Mercredi 16 janvier 2013

Après une nuit bien trop courte, la sonnerie de mon réveil perce la brume de mon cerveau encore inconscient. Il est 9h et je n’ai pas vraiment le temps de continuer à rêvasser : dans une heure, je quitte Chiang Mai la douce.

Je m’extirpe de mon lit avec la célérité d’un invertébré faisant une crise d’hypoglycémie et commence à faire mon paquetage, tâche que les évènements nocturnes de la veille ont repoussé à ce matin. Heureusement, après bientôt 4 mois « on the road », c’est le genre de chose que je fais branché sur pilote automatique.

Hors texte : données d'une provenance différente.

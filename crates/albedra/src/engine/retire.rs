//! Which photons end after a strike: roulette, limits, and nothing left.

use super::block::{Block, Cause, Loss};
use super::level::{Level, Stage};
use crate::math::{exp, quanta, smaller};

/// Chance to survive, and what a survivor's weight is multiplied by: 1/8 and 8.
const SURVIVAL: f64 = 0.125;
const GAIN: f64 = 8.0;

/// When light photons play roulette, and when a photon has gone far enough.
///
/// Below the threshold 2⁻¹² exp(−min(s, S)/σ), never below 2⁻⁴⁰, a photon survives with chance 1/8 and eight times its
/// weight. It falls along the path s as the energy is expected to, so that late times keep photons.
#[derive(Clone, Copy, Debug)]
pub(crate) struct Retirement {
    /// 1/σ in m⁻¹.
    pub(crate) decay_per_metre: f64,
    /// S: path at the stop of the time grid, metres.
    pub(crate) stop: f64,
    /// Path at which photons are cut, metres.
    pub(crate) path_limit: f64,
    pub(crate) strike_limit: u64,
}

impl Retirement {
    /// Prepares the next flight and lists the lanes whose photon ended.
    pub(crate) fn retire(&self, level: Level, block: &mut Block, ended: &mut Vec<u16>) {
        ended.clear();
        level.run(Sift {
            rules: self,
            block,
            ended,
        });
        let mut kept = 0;
        for k in 0..ended.len() {
            let lane = ended[k];
            if self.ends(block, usize::from(lane)) {
                ended[kept] = lane;
                kept += 1;
            }
        }
        ended.truncate(kept);
    }

    /// Decides about one photon that is over a limit or below the threshold.
    fn ends(&self, block: &mut Block, lane: usize) -> bool {
        let before = block.leaving[lane];
        let path = block.path[lane];
        let mut book = |quanta, cause| {
            let loss = Loss {
                quanta,
                path,
                cause,
            };
            block.losses.push(loss);
        };
        if before == 0 {
            return true;
        }
        if path > self.path_limit || block.strikes[lane] >= self.strike_limit {
            book(before, Cause::Cut);
            return true;
        }
        if block.streams.lane(lane).unit() >= SURVIVAL {
            book(before, Cause::Roulette);
            return true;
        }
        let weight = block.weight[lane] * GAIN;
        let after = quanta(weight);
        book(before - after, Cause::Roulette);
        block.weight[lane] = weight;
        block.departing[lane] = after;
        false
    }
}

struct Sift<'a> {
    rules: &'a Retirement,
    block: &'a mut Block,
    ended: &'a mut Vec<u16>,
}

impl Stage for Sift<'_> {
    type Output = ();

    #[inline(always)]
    fn run(self) {
        const FIRST: f64 = 1.0 / 4096.0;
        const FLOOR: f64 = 1.0 / 1_099_511_627_776.0;
        let Self {
            rules,
            block,
            ended,
        } = self;
        let live = block.live;
        let [threshold, _] = &mut block.scratch;
        for lane in 0..live {
            let fallen =
                FIRST * exp(-rules.decay_per_metre * smaller(block.path[lane], rules.stop));
            threshold[lane] = if fallen > FLOOR { fallen } else { FLOOR };
            block.departing[lane] = block.leaving[lane];
        }
        for lane in 0..live {
            let light = (block.weight[lane] < threshold[lane]) | (block.leaving[lane] == 0);
            let far =
                (block.path[lane] > rules.path_limit) | (block.strikes[lane] >= rules.strike_limit);
            if light | far {
                ended.push(lane as u16);
            }
        }
    }
}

Vers 10h, je me retrouve dans un minibus en compagnie d’un équipage plutôt international, direction Chiang Khong (je sais, ça fait beaucoup de Chiang-QuelqueChose), poste frontière et dernière escale de mon séjour en Thaïlande. Pour opérer mon passage au Laos voisin, j’ai réservé un « package » complet de 3 jours / 2 nuits dont la partie la plus fun sera la descente en bateau d’une portion du mythique Mékong.

Chic chic chic.

Carte 1

Ecouteurs bien calés sur les oreilles, je me laisse bercer par la musique (le 1er à deviner ce que j’écoute gagne un fer à repasser) et malgré l’inconfort du van, je ne tarde pas à m’endormir. Mon sommeil est seulement interrompu par la visite « express » de Wat Rong Khun, un temple bouddhiste contemporain situé sur notre chemin, dans la ville de Chiang Rai. L’édifice sort franchement du lot et c’est plutôt rafraichissant !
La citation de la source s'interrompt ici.